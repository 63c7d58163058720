"""The modal table as rows: the one flattening shared by every export (files, report).

Column order is the contract other tools rely on; see :mod:`modalnb.export`.
"""

from __future__ import annotations

import math
from collections.abc import Iterable
from typing import Any

import numpy as np
import xarray as xr

__all__ = [
    "MODE_COLUMNS",
    "SHAPE_COLUMNS",
    "HIT_COLUMNS",
    "CAUTION",
    "modes_rows",
    "shapes_rows",
    "hits_rows",
]

MODE_COLUMNS = ("mode", "frequency_hz", "damping_ratio", "frequency_hz_std", "damping_ratio_std", "regime")
SHAPE_COLUMNS = ("mode", "channel", "amplitude", "phase_deg")
HIT_COLUMNS = ("hit", "accepted", "reason", "warnings")

#: The caution carried by every report and export.
CAUTION = (
    "These modal parameters are estimates for engineering judgement, not a certification "
    "of a structure's safety; defer to local codes and standards and to licensed engineers."
)

_SHAPE_RENAME = {"shape_amplitude": "amplitude", "shape_phase_deg": "phase_deg"}


def _value(x: Any) -> Any:
    if isinstance(x, np.generic):
        x = x.item()
    if isinstance(x, bytes):
        x = x.decode()
    return x


def _csv_cell(x: Any) -> str:
    x = _value(x)
    if isinstance(x, bool):
        return "true" if x else "false"
    if isinstance(x, float):
        return "nan" if math.isnan(x) else repr(x)  # repr round-trips a float exactly
    return str(x)


def _rows(ds: xr.Dataset, dims: tuple[str, ...], first: Iterable[str], rename: dict[str, str]) -> list[dict[str, Any]]:
    names = [n for n, v in ds.data_vars.items() if tuple(v.dims) == dims]
    cols = {rename.get(n, n): n for n in names}
    order = [c for c in first if c not in dims]
    order += sorted(c for c in cols if c not in order)
    values = {c: ds.variables[cols[c]].values for c in order if c in cols}  # each array once
    rows = []
    index = [ds[d].values for d in dims]
    for idx in np.ndindex(*(len(i) for i in index)):
        row: dict[str, Any] = {d: _value(index[k][idx[k]]) for k, d in enumerate(dims)}
        for c, v in values.items():
            row[c] = _value(v[idx])
        rows.append(row)
    return rows


def modes_rows(result: xr.Dataset) -> list[dict[str, Any]]:
    """One dict per mode, columns in the order of ``modes.csv``."""
    return _rows(result, ("mode",), MODE_COLUMNS, {})


def shapes_rows(result: xr.Dataset) -> list[dict[str, Any]]:
    """One dict per (mode, channel), columns in the order of ``shapes.csv``."""
    return _rows(result, ("mode", "channel"), SHAPE_COLUMNS, _SHAPE_RENAME)


def hits_rows(result: xr.Dataset, checks: xr.Dataset | None = None) -> list[dict[str, Any]]:
    """One dict per hit: ``hit, accepted, reason, warnings``.

    ``accepted``/``reason`` are the decisions the fit used (``hit_accepted``,
    ``hit_reason`` of the result); ``warnings`` come from the hit checks.
    """
    rows = []
    warn = {}
    if checks is not None and "warnings" in checks:
        warn = {int(h): str(w) for h, w in zip(checks["hit"].values, checks["warnings"].values, strict=True)}
    if "hit_warnings" in result:
        warn = {int(h): str(w) for h, w in zip(result["hit"].values, result["hit_warnings"].values, strict=True)}
    for h, a, r in zip(result["hit"].values, result["hit_accepted"].values, result["hit_reason"].values, strict=True):
        rows.append({"hit": int(h), "accepted": bool(a), "reason": str(r), "warnings": warn.get(int(h), "")})
    return rows


def _json_safe(x: Any) -> Any:
    x = _value(x)
    if isinstance(x, float) and not math.isfinite(x):
        return None
    if isinstance(x, dict):
        return {str(k): _json_safe(v) for k, v in x.items()}
    if isinstance(x, (list, tuple)):
        return [_json_safe(v) for v in x]
    if isinstance(x, np.ndarray):
        return [_json_safe(v) for v in x.tolist()]
    return x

• • •

- [Task directions]
Exact reproduction of the lines from the top of the material through the line where "return str(x)" appears is required, both boundary lines included, with no other output.

- [Exercise answer]
repository 63c7d58163058720
"""The modal table as rows: the one flattening shared by every export (files, report).

Column order is the contract other tools rely on; see :mod:`modalnb.export`.
"""

from __future__ import annotations

import math
from collections.abc import Iterable
from typing import Any

import numpy as np
import xarray as xr

__all__ = [
    "MODE_COLUMNS",
    "SHAPE_COLUMNS",
    "HIT_COLUMNS",
    "CAUTION",
    "modes_rows",
    "shapes_rows",
    "hits_rows",
]

MODE_COLUMNS = ("mode", "frequency_hz", "damping_ratio", "frequency_hz_std", "damping_ratio_std", "regime")
SHAPE_COLUMNS = ("mode", "channel", "amplitude", "phase_deg")
HIT_COLUMNS = ("hit", "accepted", "reason", "warnings")

#: The caution carried by every report and export.
CAUTION = (
    "These modal parameters are estimates for engineering judgement, not a certification "
    "of a structure's safety; defer to local codes and standards and to licensed engineers."
)

_SHAPE_RENAME = {"shape_amplitude": "amplitude", "shape_phase_deg": "phase_deg"}


def _value(x: Any) -> Any:
    if isinstance(x, np.generic):
        x = x.item()
    if isinstance(x, bytes):
        x = x.decode()
    return x


def _csv_cell(x: Any) -> str:
    x = _value(x)
    if isinstance(x, bool):
        return "true" if x else "false"
    if isinstance(x, float):
        return "nan" if math.isnan(x) else repr(x)  # repr round-trips a float exactly
    return str(x)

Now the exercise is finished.